[Exercise requirements]
Where the listing below reaches the line containing "clean = rapp(driven)", start writing out lines exactly, and stop once the line containing "assert round(found.delay_samples /" has been written.

---------------

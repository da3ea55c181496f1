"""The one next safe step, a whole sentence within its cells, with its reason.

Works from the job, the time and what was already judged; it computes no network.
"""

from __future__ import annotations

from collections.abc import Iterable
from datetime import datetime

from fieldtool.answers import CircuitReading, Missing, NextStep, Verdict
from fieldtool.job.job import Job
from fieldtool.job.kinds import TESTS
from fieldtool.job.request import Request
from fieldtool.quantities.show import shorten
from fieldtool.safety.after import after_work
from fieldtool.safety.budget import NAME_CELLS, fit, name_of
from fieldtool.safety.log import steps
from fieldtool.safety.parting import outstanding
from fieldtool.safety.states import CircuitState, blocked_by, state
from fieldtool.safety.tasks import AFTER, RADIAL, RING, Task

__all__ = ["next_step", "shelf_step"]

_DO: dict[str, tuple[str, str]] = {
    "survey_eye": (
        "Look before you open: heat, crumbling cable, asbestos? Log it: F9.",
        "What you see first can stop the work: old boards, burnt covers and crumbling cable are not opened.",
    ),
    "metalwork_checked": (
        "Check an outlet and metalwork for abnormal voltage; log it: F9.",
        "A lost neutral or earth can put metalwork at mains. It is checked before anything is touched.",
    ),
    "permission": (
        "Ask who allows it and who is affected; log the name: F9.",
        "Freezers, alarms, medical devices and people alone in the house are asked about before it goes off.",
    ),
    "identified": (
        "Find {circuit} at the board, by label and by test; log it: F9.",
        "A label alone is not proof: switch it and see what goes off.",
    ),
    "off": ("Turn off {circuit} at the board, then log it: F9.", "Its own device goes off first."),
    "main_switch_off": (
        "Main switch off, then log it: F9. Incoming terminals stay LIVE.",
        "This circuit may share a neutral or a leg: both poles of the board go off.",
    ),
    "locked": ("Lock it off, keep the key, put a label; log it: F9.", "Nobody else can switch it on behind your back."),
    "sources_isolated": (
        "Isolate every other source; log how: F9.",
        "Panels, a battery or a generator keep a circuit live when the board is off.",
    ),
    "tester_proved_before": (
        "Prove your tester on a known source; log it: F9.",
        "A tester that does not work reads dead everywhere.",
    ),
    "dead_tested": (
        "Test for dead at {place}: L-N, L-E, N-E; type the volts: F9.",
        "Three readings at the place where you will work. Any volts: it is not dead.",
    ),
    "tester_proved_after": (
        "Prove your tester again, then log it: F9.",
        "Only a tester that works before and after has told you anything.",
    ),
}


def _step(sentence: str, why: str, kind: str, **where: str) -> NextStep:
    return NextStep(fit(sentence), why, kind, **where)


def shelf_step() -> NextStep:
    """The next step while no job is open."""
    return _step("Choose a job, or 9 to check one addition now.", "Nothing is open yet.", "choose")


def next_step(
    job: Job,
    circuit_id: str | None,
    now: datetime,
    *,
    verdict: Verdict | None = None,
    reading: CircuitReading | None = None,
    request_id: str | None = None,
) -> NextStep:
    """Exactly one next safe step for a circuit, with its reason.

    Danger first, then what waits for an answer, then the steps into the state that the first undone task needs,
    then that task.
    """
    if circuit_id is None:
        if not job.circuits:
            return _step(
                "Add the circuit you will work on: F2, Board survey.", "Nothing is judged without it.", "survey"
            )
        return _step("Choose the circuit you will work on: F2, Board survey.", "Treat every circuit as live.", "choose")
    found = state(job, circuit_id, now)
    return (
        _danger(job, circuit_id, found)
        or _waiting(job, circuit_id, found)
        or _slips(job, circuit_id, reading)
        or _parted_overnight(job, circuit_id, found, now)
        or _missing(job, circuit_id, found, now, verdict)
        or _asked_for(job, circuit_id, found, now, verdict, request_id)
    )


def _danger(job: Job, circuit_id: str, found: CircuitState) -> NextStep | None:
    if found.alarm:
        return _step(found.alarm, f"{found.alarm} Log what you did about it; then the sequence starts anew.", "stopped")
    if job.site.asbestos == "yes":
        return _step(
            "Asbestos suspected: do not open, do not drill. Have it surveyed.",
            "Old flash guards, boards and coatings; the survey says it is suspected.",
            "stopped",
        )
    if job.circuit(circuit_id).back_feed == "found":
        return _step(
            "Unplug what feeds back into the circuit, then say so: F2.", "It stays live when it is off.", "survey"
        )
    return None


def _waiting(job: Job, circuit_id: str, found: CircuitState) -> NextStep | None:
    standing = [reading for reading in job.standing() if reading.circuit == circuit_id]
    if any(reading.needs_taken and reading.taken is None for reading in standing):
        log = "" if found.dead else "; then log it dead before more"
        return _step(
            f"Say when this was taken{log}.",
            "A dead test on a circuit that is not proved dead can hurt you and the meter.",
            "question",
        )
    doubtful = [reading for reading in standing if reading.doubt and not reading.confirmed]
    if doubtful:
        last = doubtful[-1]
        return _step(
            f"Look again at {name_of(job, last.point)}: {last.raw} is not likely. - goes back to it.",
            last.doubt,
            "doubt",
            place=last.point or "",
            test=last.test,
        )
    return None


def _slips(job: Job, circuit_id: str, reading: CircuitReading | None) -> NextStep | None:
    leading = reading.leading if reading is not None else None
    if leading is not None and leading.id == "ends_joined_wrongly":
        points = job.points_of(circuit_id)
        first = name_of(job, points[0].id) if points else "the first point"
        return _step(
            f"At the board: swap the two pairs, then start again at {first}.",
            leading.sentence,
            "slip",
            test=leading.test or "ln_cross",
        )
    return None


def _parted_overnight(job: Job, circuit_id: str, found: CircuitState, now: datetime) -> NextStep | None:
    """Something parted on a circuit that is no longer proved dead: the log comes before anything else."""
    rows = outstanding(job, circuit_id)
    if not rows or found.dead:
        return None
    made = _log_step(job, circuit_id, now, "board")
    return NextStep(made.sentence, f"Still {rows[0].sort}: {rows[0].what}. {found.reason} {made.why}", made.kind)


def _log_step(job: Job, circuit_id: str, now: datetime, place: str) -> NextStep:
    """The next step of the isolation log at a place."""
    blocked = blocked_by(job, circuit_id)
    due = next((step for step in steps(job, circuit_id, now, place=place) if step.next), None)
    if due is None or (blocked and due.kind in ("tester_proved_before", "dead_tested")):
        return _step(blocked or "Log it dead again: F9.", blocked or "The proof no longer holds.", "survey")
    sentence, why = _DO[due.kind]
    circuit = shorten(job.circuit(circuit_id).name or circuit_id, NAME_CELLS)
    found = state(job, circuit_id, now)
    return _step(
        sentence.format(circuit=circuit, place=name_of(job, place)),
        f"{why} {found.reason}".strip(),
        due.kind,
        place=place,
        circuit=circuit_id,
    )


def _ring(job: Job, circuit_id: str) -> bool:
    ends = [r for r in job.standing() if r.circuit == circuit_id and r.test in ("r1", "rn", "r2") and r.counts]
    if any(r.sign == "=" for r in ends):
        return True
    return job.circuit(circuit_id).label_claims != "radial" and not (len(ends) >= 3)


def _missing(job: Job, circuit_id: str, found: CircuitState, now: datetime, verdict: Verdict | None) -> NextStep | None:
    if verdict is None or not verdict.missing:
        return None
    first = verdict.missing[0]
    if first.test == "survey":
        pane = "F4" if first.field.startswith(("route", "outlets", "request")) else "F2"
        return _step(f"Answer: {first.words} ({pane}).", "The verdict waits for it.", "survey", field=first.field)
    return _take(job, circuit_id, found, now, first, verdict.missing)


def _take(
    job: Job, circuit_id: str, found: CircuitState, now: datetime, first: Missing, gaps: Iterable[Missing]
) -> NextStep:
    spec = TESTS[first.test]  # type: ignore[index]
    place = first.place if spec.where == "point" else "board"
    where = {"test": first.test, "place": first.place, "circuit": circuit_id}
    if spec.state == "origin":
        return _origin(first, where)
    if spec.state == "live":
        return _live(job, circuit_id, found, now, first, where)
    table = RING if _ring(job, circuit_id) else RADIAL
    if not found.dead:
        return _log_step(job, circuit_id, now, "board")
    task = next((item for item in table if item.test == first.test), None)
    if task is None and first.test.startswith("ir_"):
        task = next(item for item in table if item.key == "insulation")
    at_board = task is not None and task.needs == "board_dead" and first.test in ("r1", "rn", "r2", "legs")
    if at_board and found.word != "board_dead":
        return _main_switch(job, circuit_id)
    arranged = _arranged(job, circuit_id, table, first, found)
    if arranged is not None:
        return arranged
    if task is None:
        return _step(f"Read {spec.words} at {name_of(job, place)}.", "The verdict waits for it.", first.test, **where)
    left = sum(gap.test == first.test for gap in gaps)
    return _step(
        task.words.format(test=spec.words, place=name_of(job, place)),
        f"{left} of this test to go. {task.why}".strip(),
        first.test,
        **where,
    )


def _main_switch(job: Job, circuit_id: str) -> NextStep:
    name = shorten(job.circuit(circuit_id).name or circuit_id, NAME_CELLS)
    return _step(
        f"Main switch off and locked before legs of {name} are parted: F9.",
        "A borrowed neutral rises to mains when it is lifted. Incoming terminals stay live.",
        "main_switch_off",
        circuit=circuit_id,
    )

---------------

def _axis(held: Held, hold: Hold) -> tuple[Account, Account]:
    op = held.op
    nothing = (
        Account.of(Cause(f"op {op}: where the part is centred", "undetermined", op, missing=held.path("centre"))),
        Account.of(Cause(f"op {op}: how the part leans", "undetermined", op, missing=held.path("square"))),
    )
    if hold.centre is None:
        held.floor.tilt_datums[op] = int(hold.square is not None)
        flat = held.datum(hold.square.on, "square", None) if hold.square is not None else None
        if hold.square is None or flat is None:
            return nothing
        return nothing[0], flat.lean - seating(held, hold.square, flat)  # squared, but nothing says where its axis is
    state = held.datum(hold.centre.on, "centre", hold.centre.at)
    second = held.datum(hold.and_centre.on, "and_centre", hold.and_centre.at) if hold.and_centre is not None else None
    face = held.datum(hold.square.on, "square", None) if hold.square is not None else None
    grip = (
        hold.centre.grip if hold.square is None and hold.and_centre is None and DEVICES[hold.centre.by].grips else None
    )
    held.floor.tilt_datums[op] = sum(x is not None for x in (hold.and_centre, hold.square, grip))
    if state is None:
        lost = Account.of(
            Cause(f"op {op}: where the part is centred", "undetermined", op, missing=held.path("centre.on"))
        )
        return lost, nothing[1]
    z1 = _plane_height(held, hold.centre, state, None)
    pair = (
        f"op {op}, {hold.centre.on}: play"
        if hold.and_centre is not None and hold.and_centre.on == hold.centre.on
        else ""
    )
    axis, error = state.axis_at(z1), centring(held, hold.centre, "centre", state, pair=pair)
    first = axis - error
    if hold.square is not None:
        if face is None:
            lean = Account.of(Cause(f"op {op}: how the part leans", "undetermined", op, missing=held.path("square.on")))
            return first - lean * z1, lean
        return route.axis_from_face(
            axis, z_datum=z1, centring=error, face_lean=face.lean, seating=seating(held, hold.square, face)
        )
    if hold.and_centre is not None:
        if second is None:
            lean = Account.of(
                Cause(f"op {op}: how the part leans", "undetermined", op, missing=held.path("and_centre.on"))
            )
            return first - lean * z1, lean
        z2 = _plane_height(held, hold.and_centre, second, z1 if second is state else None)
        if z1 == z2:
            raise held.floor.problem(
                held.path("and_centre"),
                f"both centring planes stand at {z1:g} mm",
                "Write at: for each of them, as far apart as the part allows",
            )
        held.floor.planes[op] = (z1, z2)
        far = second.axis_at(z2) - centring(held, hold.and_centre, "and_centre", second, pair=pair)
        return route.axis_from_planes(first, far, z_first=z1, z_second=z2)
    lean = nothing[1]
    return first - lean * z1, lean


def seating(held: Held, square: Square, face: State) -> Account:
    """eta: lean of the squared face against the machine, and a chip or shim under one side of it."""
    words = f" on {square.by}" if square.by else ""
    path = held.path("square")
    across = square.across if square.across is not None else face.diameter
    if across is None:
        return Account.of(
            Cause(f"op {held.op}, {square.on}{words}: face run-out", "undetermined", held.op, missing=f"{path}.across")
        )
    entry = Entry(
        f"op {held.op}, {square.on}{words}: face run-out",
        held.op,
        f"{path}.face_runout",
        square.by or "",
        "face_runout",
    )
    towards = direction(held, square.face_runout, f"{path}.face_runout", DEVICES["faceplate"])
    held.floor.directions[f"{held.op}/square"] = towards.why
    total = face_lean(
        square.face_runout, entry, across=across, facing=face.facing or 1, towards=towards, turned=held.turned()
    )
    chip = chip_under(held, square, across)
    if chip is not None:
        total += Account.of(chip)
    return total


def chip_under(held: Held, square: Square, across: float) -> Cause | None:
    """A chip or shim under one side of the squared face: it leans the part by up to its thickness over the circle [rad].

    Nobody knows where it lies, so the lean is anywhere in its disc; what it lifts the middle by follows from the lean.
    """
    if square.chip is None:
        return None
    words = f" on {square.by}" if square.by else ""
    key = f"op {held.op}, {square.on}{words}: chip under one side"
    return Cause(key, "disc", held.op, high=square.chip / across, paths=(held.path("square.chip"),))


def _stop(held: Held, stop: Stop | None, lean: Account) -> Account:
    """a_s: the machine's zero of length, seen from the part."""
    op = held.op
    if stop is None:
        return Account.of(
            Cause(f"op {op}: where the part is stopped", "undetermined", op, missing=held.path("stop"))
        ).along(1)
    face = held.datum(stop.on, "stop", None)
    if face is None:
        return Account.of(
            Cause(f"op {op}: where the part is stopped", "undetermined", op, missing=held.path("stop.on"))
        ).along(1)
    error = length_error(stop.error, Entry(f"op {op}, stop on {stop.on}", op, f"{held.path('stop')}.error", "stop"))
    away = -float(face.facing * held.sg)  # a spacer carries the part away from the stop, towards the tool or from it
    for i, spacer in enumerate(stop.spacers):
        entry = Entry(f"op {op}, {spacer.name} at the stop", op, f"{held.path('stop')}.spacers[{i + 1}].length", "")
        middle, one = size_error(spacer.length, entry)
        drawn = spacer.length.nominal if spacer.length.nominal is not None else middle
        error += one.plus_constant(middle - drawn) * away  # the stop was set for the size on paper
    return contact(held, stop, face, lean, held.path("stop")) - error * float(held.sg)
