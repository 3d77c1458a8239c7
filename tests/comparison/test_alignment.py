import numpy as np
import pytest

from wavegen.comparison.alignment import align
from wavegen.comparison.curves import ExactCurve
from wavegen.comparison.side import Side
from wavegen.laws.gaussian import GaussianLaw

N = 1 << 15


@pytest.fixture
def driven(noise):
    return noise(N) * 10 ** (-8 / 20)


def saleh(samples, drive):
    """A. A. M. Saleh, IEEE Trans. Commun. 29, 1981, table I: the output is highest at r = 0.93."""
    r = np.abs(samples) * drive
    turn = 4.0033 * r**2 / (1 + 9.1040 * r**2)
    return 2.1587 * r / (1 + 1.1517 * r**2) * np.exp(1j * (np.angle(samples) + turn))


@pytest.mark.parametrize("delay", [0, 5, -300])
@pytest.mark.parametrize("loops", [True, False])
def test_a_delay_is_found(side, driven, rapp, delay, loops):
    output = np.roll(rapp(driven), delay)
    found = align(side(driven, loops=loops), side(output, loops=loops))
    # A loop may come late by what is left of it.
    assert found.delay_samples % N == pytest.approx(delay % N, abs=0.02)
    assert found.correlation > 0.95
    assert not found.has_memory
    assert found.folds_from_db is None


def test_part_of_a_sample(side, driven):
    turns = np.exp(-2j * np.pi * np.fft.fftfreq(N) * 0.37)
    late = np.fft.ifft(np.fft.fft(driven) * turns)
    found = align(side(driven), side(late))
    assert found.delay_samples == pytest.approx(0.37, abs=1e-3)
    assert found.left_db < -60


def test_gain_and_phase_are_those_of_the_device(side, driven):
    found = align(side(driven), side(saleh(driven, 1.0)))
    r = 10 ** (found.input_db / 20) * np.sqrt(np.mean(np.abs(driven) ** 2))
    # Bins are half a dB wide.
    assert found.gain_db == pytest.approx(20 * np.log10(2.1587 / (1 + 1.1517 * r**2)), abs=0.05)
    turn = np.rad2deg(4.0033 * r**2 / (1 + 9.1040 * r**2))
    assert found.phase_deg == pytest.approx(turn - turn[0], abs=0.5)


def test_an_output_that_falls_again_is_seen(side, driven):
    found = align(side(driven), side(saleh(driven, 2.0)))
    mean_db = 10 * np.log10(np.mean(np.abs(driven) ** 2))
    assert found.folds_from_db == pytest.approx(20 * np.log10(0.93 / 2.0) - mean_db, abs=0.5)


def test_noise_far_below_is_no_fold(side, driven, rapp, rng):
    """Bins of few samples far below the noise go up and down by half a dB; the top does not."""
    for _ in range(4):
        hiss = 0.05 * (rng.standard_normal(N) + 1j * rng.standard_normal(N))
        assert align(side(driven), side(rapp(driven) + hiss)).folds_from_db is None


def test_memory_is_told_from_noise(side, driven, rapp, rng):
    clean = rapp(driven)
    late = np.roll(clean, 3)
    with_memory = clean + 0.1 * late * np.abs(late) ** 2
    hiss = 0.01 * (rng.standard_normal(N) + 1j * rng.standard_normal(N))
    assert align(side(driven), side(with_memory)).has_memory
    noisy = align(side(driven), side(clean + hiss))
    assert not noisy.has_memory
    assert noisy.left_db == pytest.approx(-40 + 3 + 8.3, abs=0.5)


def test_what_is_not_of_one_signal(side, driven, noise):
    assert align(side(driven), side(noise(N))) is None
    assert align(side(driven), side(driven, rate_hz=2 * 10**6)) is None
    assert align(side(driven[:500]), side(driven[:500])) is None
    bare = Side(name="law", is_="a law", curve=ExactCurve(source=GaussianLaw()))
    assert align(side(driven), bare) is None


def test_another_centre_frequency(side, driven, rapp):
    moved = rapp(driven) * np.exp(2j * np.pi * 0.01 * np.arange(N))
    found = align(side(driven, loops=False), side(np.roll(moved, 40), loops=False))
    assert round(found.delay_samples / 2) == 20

---------------

[Task result]
    clean = rapp(driven)
    late = np.roll(clean, 3)
    with_memory = clean + 0.1 * late * np.abs(late) ** 2
    hiss = 0.01 * (rng.standard_normal(N) + 1j * rng.standard_normal(N))
    assert align(side(driven), side(with_memory)).has_memory
    noisy = align(side(driven), side(clean + hiss))
    assert not noisy.has_memory
    assert noisy.left_db == pytest.approx(-40 + 3 + 8.3, abs=0.5)


def test_what_is_not_of_one_signal(side, driven, noise):
    assert align(side(driven), side(noise(N))) is None
    assert align(side(driven), side(driven, rate_hz=2 * 10**6)) is None
    assert align(side(driven[:500]), side(driven[:500])) is None
    bare = Side(name="law", is_="a law", curve=ExactCurve(source=GaussianLaw()))
    assert align(side(driven), bare) is None


def test_another_centre_frequency(side, driven, rapp):
    moved = rapp(driven) * np.exp(2j * np.pi * 0.01 * np.arange(N))
    found = align(side(driven, loops=False), side(np.roll(moved, 40), loops=False))
    assert round(found.delay_samples / 2) == 20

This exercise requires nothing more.